Another important aspect of Yap8 activity relies on its interaction with the core transcriptional machinery and more particularly with the Mediator complex (Fig. 4). The Mediator is a complex molecular machine composed of about 20 subunits organized in four domains (tail, middle, head and regulatory modules) [117][118][119]. The tail module contains the subunits Med2, Med3, Med15 and Med16 interacting with transactivators and as such recruiting the complex to the gene promoter. Until now a small numbers of associations between the Mediator tail subunits and transcription factors such as Pdr1/Pdr3 [120], Hsf1 [121], Gal4 [122], and Gcn4 [123] were described. Using two hybrid assays in the presence of arsenate, Menezes et al. revealed that Yap8 is a partner of Med2, a result afterwards confirmed by chromatin immunoprecipitation assays [111]. After Yap8 activation, the Mediator binds the ACR2/ACR3 promoter through the interaction with the mediator complex via the tail subunit, Med2 (Fig. 4).
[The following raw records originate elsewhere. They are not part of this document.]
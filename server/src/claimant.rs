//! Who claims periods, and for how long: this instance among those sharing one database. The
//! service holds it; the scheduler's claims (`schedule::claims`) are made in its name.

use std::time::Duration;

/// This instance's name and lease in its claims on periods.
#[derive(Debug, Clone)]
pub struct Claimant {
    /// This instance's name in its claims: unique among the instances sharing the database.
    pub instance: String,
    /// How long a claim lasts unless renewed; a run renews it every third of this.
    pub lease: Duration,
}

impl Default for Claimant {
    fn default() -> Claimant {
        Claimant {
            instance: instance_name(None),
            lease: Duration::from_secs(60),
        }
    }
}

/// An instance name for claims: `label` (the host's name when absent or blank), the process id
/// and a random suffix, so that two instances never share one even when given the same label.
pub fn instance_name(label: Option<&str>) -> String {
    let host = || {
        std::fs::read_to_string("/proc/sys/kernel/hostname")
            .ok()
            .or_else(|| std::env::var("HOSTNAME").ok())
            .map(|h| h.trim().to_string())
            .filter(|h| !h.is_empty())
            .unwrap_or_else(|| "loopbal".into())
    };
    let label = label
        .map(str::trim)
        .filter(|l| !l.is_empty())
        .map_or_else(host, str::to_string);
    format!(
        "{label}/{}/{:08x}",
        std::process::id(),
        rand::random::<u32>()
    )
}

#[cfg(test)]
mod tests {
    use super::*;

    #[test]
    fn instance_names_never_collide_and_keep_their_label() {
        let a = instance_name(Some("unit-7"));
        let b = instance_name(Some("unit-7"));
        assert!(a.starts_with("unit-7/"), "{a}");
        assert_ne!(a, b, "the same label twice still makes two names");
        assert!(a.contains(&format!("/{}/", std::process::id())), "{a}");
        // A blank label is no label: the host's name (never an empty one) stands in.
        let blank = instance_name(Some("  "));
        assert!(!blank.starts_with('/'), "{blank}");
    }
}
Transcription is also under the control of the SWI/SNF and SAGA chromatin-remodeling complexes [124][125][126]. In the case of Yap8, the specific SWI/SNF and SAGA subunits (Snf2, Snf5 and Spt20) are as well required for the full expression of ACR2. In conclusion, Menezes et al. showed that Yap8 is a direct sensor of arsenate and that the Mediator and chromatin-remodelers SWI/SNF and SAGA are essential coactivators for the expression of Yap8 targets, ACR2 and ACR3 [111].


Orthologues of Yap transcription factors are found in all fungi. Most species have three to four members of this family, with the notable exception of the fission yeast Schizosaccharomyces pombe, which has only one (Fig. 5). The eight YAP genes described in S. cerevisiae actually originated from whole genome duplication (WGD), which occurred in its ancestry. This WGD created pairs of ohnologues (i.e. paralogues arising from the WGD). It was followed by massive gene reduction and most of the ohnologues were lost. Consequently, the modern yeast species which have encountered the WGD (named post-WGD species) have roughly the same number of genes than those which haven't (called pre-WGD species) [127]. Yet, in some cases, the ohnologues evolved divergent functions which were positively selected and retained. This was the case for the Yap family and most extent post-WGD yeast species have six to eight YAP genes, with some variations in the repertoire. In S. cerevisiae, three pairs of ohnologues were retained: Yap1/Yap2, Yap4/Yap6 and Yap5/Yap7 (Fig. 1). Another well-studied post-WGD species, the human pathogen Candida glabrata, has seven YAP genes: it lacks an orthologue for YAP8, has two YAP3 genes (named CgYAP3a and CgYAP3b) and only one orthologue for the YAP4 and YAP6 pair (named CgYAP4/6) (Fig. 5) [103].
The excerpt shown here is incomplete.